Showing papers by "Jung-Ju Lee published in 2008"

Tactile sensors using the distributed optical fiber sensors

Abstract: This paper describes two kinds of the tactile sensors using the optical fiber sensors. One is the tactile sensor using fiber Bragg grating (FBG) sensor. Bragg grating inscribed in an optical fiber causes reflect of a spectral component at the Bragg wavelength. This sensor can detect external force using change of the reflective wavelength. The other is the tactile sensor using the microbending optical fiber (MBOF) sensors. The microbending of the optical fiber drives the light transmission loss from the optical fiber. Using the light loss, this sensor can also detect the external force. The structures of these type tactile sensors are very simple. The tactile sensor using FBG sensor consists of an optical fiber which has a Bragg grating and bridge type transducers, and using MBOF sensors is composed of crossed fibers in the silicone rubber. In this paper, we fabricated and evaluated both tactile sensors. The performances of both tactile sensors were verified.

Development of a NiTi actuator using a two-way shape memory effect induced by compressive loading cycles

Abstract: NiTi can produce a large force per unit volume and operate with a simple mechanism. For these reasons, it has been widely researched for application as an actuator. In this study, preliminary research to develop a NiTi linear actuator using a two-way shape memory process is conducted. Compression tests on a NiTi cylinder to investigate basic compressive properties are performed and recovery stresses to evaluate the actuating capacity are measured. The one-way shape memory process requires compressive loading and unloading but the two-way recovery does not. Hence, a two-way recovery can be utilized more conveniently compared to a one-way process. Additionally, bolt-fracturing tests are performed to confirm the possibility of NiTi actuators. The bolts are fractured successfully using both one-way and two-way shape memory effects.

Interfacial Fracture Analysis of Adhesive-Bonded Joints

Abstract: The failure in an adhesive-bonded structure starts at the interface, and the interfacial fracture is of interest whenever adhesion between different materials is concerned. One of primary factors limiting the application of adhesive-bonded joints to structural design is the lack of a good evaluation tool for adhesion strength to predict the load-bearing capacity of boned joints. The adhesion strength of composite/steel bonding has been evaluated using interfacial fracture mechanics characterization. The energy release rate of a composite/steel interfacial crack was compared with the fracture toughness of the interface, which was measured from bi-material end notched flexure (ENF) specimens, to predict the failure loads of bi-material lap joints. Fracture toughness, IIc G , was regarded as a property of the interface rather than a property of the adhesive. The results show that interfacial fracture mechanics characterization of adhesion strength can be a practical engineering tool for predicting the load-bearing capacities of adhesive-bonded joints.

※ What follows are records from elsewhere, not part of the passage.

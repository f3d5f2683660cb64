package rules

import (
	"embed"
	"slices"
	"strings"
)

// Rule is one entry of the catalogue. What a rule does stands in the file of
// its subject; what it means to a reader stands in the page of its name.
type Rule struct {
	Name    string // lower case, words joined by hyphens
	Summary string // one sentence: the contradiction
	Level   Level  // the worst level it reports
}

// The names of the rules, as constants so that a misspelling does not compile.
const (
	MirroredRotation      = "mirrored-rotation"
	LeftHandedTriad       = "left-handed-triad"
	MirroringAxisMap      = "mirroring-axis-map"
	RotorNotUnit          = "rotor-not-unit"
	OrientationUnset      = "orientation-unset"
	FirstOrderAngles      = "first-order-angles"
	AxisNotUnit           = "axis-not-unit"
	MatrixNotOrthonormal  = "matrix-not-orthonormal"
	FrameOfTwoHands       = "frame-of-two-hands"
	BottomRowWrong        = "bottom-row-wrong"
	AngleBeyondTurn       = "angle-beyond-turn"
	AngleOutOfRange       = "angle-out-of-range"
	GimbalLocked          = "gimbal-locked"
	MessageMalformed      = "message-malformed"
	RatesDiffer           = "rates-differ"
	NotFinite             = "not-finite"
	SignJump              = "sign-jump"
	NormLoss              = "norm-loss"
	StampsNotIncreasing   = "stamps-not-increasing"
	OrientationJump       = "orientation-jump"
	StaleRows             = "stale-rows"
	GimbalLock            = "gimbal-lock"
	GyroDisagrees         = "gyro-disagrees"
	ConventionChanges     = "convention-changes"
	SequenceMislabelled   = "sequence-mislabelled"
	MovingFixedSwapped    = "moving-fixed-swapped"
	ScalarMisplaced       = "scalar-misplaced"
	DirectionReversed     = "direction-reversed"
	AngleUnitWrong        = "angle-unit-wrong"
	StorageTransposed     = "storage-transposed"
	HalfAngle             = "half-angle"
	AngleSignReversed     = "angle-sign-reversed"
	ParametersMistaken    = "parameters-mistaken"
	AxesSwapped           = "axes-swapped"
	RepresentationsDiffer = "representations-differ"
	StatedTwice           = "stated-twice"
	InversePairBroken     = "inverse-pair-broken"
	LoopOpen              = "loop-open"
	ParentCycle           = "parent-cycle"
	ChildOfTwo            = "child-of-two"
	ClaimsConflict        = "claims-conflict"
	SingularPoint         = "singular-point"
	WrongTerm             = "wrong-term"
	FunctionMislabelled   = "function-mislabelled"
	MirroringFunction     = "mirroring-function"
	LongWayRound          = "long-way-round"
	RoundTripBroken       = "round-trip-broken"
	RoutesDiffer          = "routes-differ"
	ConventionsMixed      = "conventions-mixed"
	NormNotKept           = "norm-not-kept"
	ArgumentIdle          = "argument-idle"
	ReceiverChanged       = "receiver-changed"
	WaiverExpired         = "waiver-expired"
	WaiverUnused          = "waiver-unused"
	WaiverTooBroad        = "waiver-too-broad"
)

var catalogue = []Rule{
	{MirroredRotation, "A matrix that claims to be a rotation has determinant -1.", Error},
	{LeftHandedTriad, "Three axes that claim to form a right-handed triad form a left-handed one.", Error},
	{MirroringAxisMap, "A map between the axes of two right-handed frames has determinant -1.", Error},
	{RotorNotUnit, "A quaternion that claims to be a rotation is not of unit norm.", Error},
	{OrientationUnset, "All numbers of an orientation are zero: it looks unset.", Note},
	{AxisNotUnit, "A vector that claims to be a unit axis is not of unit length.", Error},
	{MatrixNotOrthonormal, "A matrix that claims to be a rotation is not orthonormal.", Error},
	{FirstOrderAngles, "A matrix that claims to be a rotation is the identity plus small angles to first order.", Note},
	{FrameOfTwoHands, "The axes of one frame are stated twice, once right-handed and once left-handed.", Error},
	{BottomRowWrong, "The last row of a 4x4 that claims to be a rigid transform is not 0 0 0 1.", Error},
	{AngleBeyondTurn, "An angle stated in radians is several turns, and a round number of degrees.", Warning},
	{AngleOutOfRange, "An angle lies outside the range that is stated for it.", Error},
	{GimbalLocked, "Three angles are at gimbal lock, where only a sum or difference of two is determined.", Note},
	{MessageMalformed, "An attitude message breaks a rule of the standard that its version names.", Error},
	{RatesDiffer, "Two statements of one angular rate differ.", Error},
	{NotFinite, "An orientation contains a number that is not finite.", Error},
	{SignJump, "A logged rotor jumps from R to -R while the rotation barely moves.", Warning},
	{NormLoss, "A logged quaternion loses its unit norm.", Warning},
	{StampsNotIncreasing, "The time stamps of an attitude log stand still or run backwards.", Warning},
	{OrientationJump, "A logged orientation jumps as it turns nowhere else.", Warning},
	{StaleRows, "A logged orientation stands still for many rows and then catches up at once.", Warning},
	{GimbalLock, "A logged pitch comes so near a right angle that roll and yaw lose their meaning.", Warning},
	{GyroDisagrees, "The angular rates of a log are those of its orientations only in another convention than stated.", Error},
	{ConventionChanges, "From some row on a log obeys another convention than before.", Error},
	{SequenceMislabelled, "Angles and a twin value agree only if the turns are taken in another order than stated.", Error},
	{MovingFixedSwapped, "Angles and a twin value agree only if the turns are about fixed axes instead of moving ones, or the reverse.", Error},
	{ScalarMisplaced, "A quaternion and a twin value agree only if its scalar stands at the other end.", Error},
	{DirectionReversed, "Two values of one orientation agree only if one of them maps the other way.", Error},
	{AngleUnitWrong, "Angles and a twin value agree only in another unit than stated.", Error},
	{StorageTransposed, "A flat matrix is stored the other way than stated.", Error},
	{HalfAngle, "Two values of one orientation agree only if one of them is taken at half or twice its angle.", Error},
	{AngleSignReversed, "Angles and a twin value agree only if one angle changes its sign.", Error},
	{ParametersMistaken, "Three numbers and a twin value agree only if they are another kind of parameters than stated.", Error},
	{AxesSwapped, "Two values of one orientation agree only after an exchange of axes.", Error},
	{RepresentationsDiffer, "Two values that state the same orientation differ, and no customary reading reconciles them.", Error},
	{StatedTwice, "The orientation between two frames is stated twice with different values.", Error},
	{InversePairBroken, "Two values that ought to be the inverse of each other are not.", Error},
	{LoopOpen, "Orientations around a loop of frames do not come back to where they began.", Error},
	{ParentCycle, "A frame is its own ancestor in a tree of parents and children.", Warning},
	{ChildOfTwo, "A frame has two parents in a tree of parents and children.", Warning},
	{ClaimsConflict, "Two stated claims about one value contradict each other.", Error},
	{SingularPoint, "A function on rotations fails where its formula is singular.", Warning},
	{WrongTerm, "A function nearly computes the operation that it is called, but for a term, a component or a branch.", Error},
	{FunctionMislabelled, "A function computes another convention than its name, comment or parameters say.", Error},
	{MirroringFunction, "A function that is to rotate, or to change between right-handed frames, mirrors.", Error},
	{LongWayRound, "A function of two rotations gives something else for R and -R.", Warning},
	{RoundTripBroken, "Two conversions that ought to undo each other do not.", Warning},
	{RoutesDiffer, "Two ways of a package to the same result lead to different rotations.", Warning},
	{ConventionsMixed, "A function stores a quaternion otherwise than the rest of its package.", Warning},
	{NormNotKept, "A function is right for unit quaternions only, or leaves them, and does not say so.", Warning},
	{ArgumentIdle, "A function on rotations does not depend on one of its arguments.", Note},
	{ReceiverChanged, "A method that reads like a getter changes the rotation that it is called on.", Warning},
	{WaiverExpired, "A waiver has passed its last day.", Warning},
	{WaiverUnused, "A waiver matches no finding.", Warning},
	{WaiverTooBroad, "A waiver accepts more than somebody can have looked at.", Warning},
}

// Catalogue lists all rules in the order in which they are documented.
func Catalogue() []Rule { return slices.Clone(catalogue) }

// Names lists the names of all rules, in the order of Catalogue.
func Names() []string {
	names := make([]string, len(catalogue))
	for i, r := range catalogue {
		names[i] = r.Name
	}
	return names
}

// Lookup finds a rule by name.
func Lookup(name string) (Rule, bool) {
	i := slices.IndexFunc(catalogue, func(r Rule) bool { return r.Name == name })
	if i < 0 {
		return Rule{}, false
	}
	return catalogue[i], true
}

//go:embed pages/*.md
var pages embed.FS

// Page returns the rule's page in Markdown: the claim it tests, the evidence it
// computes, a worked contradiction, when it stays silent, the remedy.
func (r Rule) Page() string {
	text, err := pages.ReadFile("pages/" + r.Name + ".md")
	if err != nil {
		return ""
	}
	return strings.TrimSpace(string(text)) + "\n"
}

Analysis on the Behavior of the Shape Memory Alloy Using Abaqus UMAT

Abstract: In this paper, the algorithm of Abaqus UMAT is introduced to analyze the shape memory alloy. The SMA has two main effects which show non-linearity. Due to this, it is hard to analyze SMA using analysis tools and to describe all of two effects. Therefore, in this study, the program using Abaqus UMAT based on Modified Brinson model is used to analyze SMA. The martensite fraction, the most important factor which defines SMA motion, is also calculated by Fortran program in UMAT. In addition, the tensile test of SMA specimen is conducted. The availability of algorithm is proved by comparing analysis to experimental result.

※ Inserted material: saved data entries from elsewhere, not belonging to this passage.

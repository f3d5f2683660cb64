package series

import (
	"context"
	"fmt"
	"io"
	"strconv"
	"strings"

	"dextral/analyzers/series/columns"
	"dextral/analyzers/series/fold"
	"dextral/analyzers/series/ulog"
	"dextral/core/convention"
	"dextral/rules"
)

const ulogFormat = "ULog"

// maxTables bounds the topics of one log that are folded, and so the memory.
const maxTables = 64

// readULog reads the topics of a ULog that hold orientations, each a table of its
// own with rows and stamps of its own.
func readULog(ctx context.Context, path string, in io.Reader, opts Options) (Result, error) {
	r := Result{Format: ulogFormat}
	var tables []*collector
	left := 0
	report, err := ulog.Read(stopping{ctx, in}, func(t *ulog.Topic) func([]byte) {
		c, push := topic(path, t, opts)
		switch {
		case c == nil:
			return nil
		case len(tables) == maxTables:
			left++
			return nil
		}
		tables = append(tables, c)
		return push
	})
	for _, c := range tables {
		c.finish(&r)
	}
	r.BadRows = report.Damaged
	for _, d := range report.First {
		r.FirstBad = append(r.FirstBad, BadRow{rules.Place{Path: path}, fmt.Sprintf("at byte %d: %s", d.Offset, d.Reason)})
	}
	if err == nil && left > 0 {
		err = fmt.Errorf("has more than %d topics with orientations; %d are left out", maxTables, left)
	}
	return r, err
}

// topic makes a table of a topic; nil if it holds no orientations.
func topic(path string, t *ulog.Topic, opts Options) (*collector, func([]byte)) {
	if strings.HasPrefix(t.Name, "manual_control") { // positions of sticks, called x, y, z, r or roll, pitch, yaw
		return nil, nil
	}
	name := t.Name
	if t.Nth > 0 {
		name += "." + strconv.Itoa(t.Nth)
	}
	var all []columns.Column
	var single []bool
	var fields []*ulog.Field
	if t.Stamped() { // the first of them, so that it is found before others such as timestamp_sample
		all = append(all, columns.Column{Text: "timestamp", Unit: "us", Place: rules.Place{Path: path}})
		single, fields = append(single, false), append(fields, nil)
	}
	for i := range t.Fields {
		f := &t.Fields[i]
		if strings.HasPrefix(f.Name, "timestamp") || f.Flag() {
			continue
		}
		all = append(all, columns.Column{Text: name + "." + f.Name, Place: rules.Place{Path: path}})
		single, fields = append(single, f.Single()), append(fields, f)
	}
	inner := opts
	inner.Declare = func(v *rules.Value) {
		v.Claims = append(v.Claims, published(t, name, v)...)
		if opts.Declare != nil {
			opts.Declare(v)
		}
	}
	c, which := newCollector(path, ulogFormat, all, single, inner)
	if c == nil {
		return nil, nil
	}
	row := make([]fold.Cell, len(which))
	return c, func(data []byte) {
		for k, i := range which {
			if fields[i] == nil {
				row[k], _ = t.Stamp(data)
			} else {
				row[k] = fields[i].Cell(data)
			}
		}
		c.push(row)
	}
}

// bodyToEarth are the topics whose quaternion q turns coordinates of the body, x
// forward, y right, z down, into those of the earth, x north, y east, z down.
var bodyToEarth = map[string]bool{"vehicle_attitude": true, "vehicle_attitude_groundtruth": true, "external_ins_attitude": true, "estimator_attitude": true}

// scalarFirst are topics with a quaternion in the order w, x, y, z, by the name of
// its field.
var scalarFirst = map[string]string{"vehicle_attitude_setpoint": "q_d", "vehicle_odometry": "q", "vehicle_visual_odometry": "q", "vehicle_mocap_odometry": "q", "estimator_odometry": "q"}

// published are the claims that PX4's message reference makes on a quaternion:
// Hamilton's, in the order w, x, y, z; that of the attitude is the "rotation from
// the FRD body frame to the NED earth frame" (VehicleAttitude, docs.px4.io), v_NED
// = R v_FRD. They hold for logs of PX4.
func published(t *ulog.Topic, name string, v *rules.Value) rules.Claims {
	if t.System != "PX4" || v.Form != convention.Quaternion {
		return nil
	}
	attitude := bodyToEarth[t.Name] && v.Key == name+".q"
	if !attitude && (scalarFirst[t.Name] == "" || v.Key != name+"."+scalarFirst[t.Name]) {
		return nil
	}
	says := []convention.Term{convention.Quaternion, convention.ScalarFirst, convention.Hamilton}
	if attitude {
		says = append(says, convention.Direction{To: "NED", From: "FRD"})
	}
	var claims rules.Claims
	for _, term := range says {
		claims = append(claims, rules.Claim{Says: term, Source: rules.Format, Text: "PX4 message " + t.Name, Place: v.Place})
	}
	return claims
}

// stopping is a reader that fails when its context is cancelled.
type stopping struct {
	ctx context.Context
	in  io.Reader
}

func (s stopping) Read(p []byte) (int, error) {
	if err := s.ctx.Err(); err != nil {
		return 0, err
	}
	return s.in.Read(p)
}
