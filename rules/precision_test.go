package rules

import (
	"math"
	"testing"

	"github.com/stretchr/testify/assert"
)

// Half a unit of the last digit, carried through a product; 0 for what is exact.
func TestHalfOfExpression(t *testing.T) {
	for _, c := range []struct {
		text        string
		value, want float64
	}{
		{"M_PI/2", math.Pi / 2, 0}, {"30.0*M_PI/180.0", math.Pi / 6, 0}, {"sqrt(0.5)", math.Sqrt2 / 2, 0}, {"-1.57/2", -0.785, 0.0025},
		{"np.deg2rad(30.5)", 30.5 * math.Pi / 180, 0.05 * math.Pi / 180}, {"${pi - 0.25}", math.Pi - 0.25, 0},
		{"10.5 + 0.01", 10.51, 10.51 * 0.005 / 0.01},
	} {
		assert.InDelta(t, c.want, halfOfExpression(Number{Text: c.text, Value: c.value}), 1e-12, c.text)
	}
	exact := precisionOf([]Number{{Text: "M_PI/2", Value: math.Pi / 2}})
	coarse := precisionOf([]Number{{Text: "1.5/2", Value: 0.75}})
	assert.Zero(t, exact.Half)
	assert.InDelta(t, 0.025, coarse.Half, 1e-12)
}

Interfacial Fracture Toughness Measurement of Composite/metal Bonding

Abstract: Prediction of the load-bearing capacity of an adhesive-bonded Joint is of practical importance for engineers. This paper introduces interface fracture mechanics approach to predict the load-bearing capacity of composite metal bonded joints. The adhesion strength of composite/steel bonding is evaluated in terms of the energy release rate of an interfacial crack and the fracture toughness of the interface. Virtual track closure technique (VCCT) is used to calculate energy release rates, and hi-material end-notched flexure (ENF) specimens are devised to measure the interfacial fracture toughness. Bi-material ENF specimens gave consistent mode II fracture toughness values of the composite/steel interface regardless of the thickness of specimens. The critical energy release rates of double-lap joints showed a good agreement with the measured fracture toughness. Therefore. the energy-based interfacial fracture characterization can be a practical engineering tool for predicting the load-bearing capacity of bonded joints.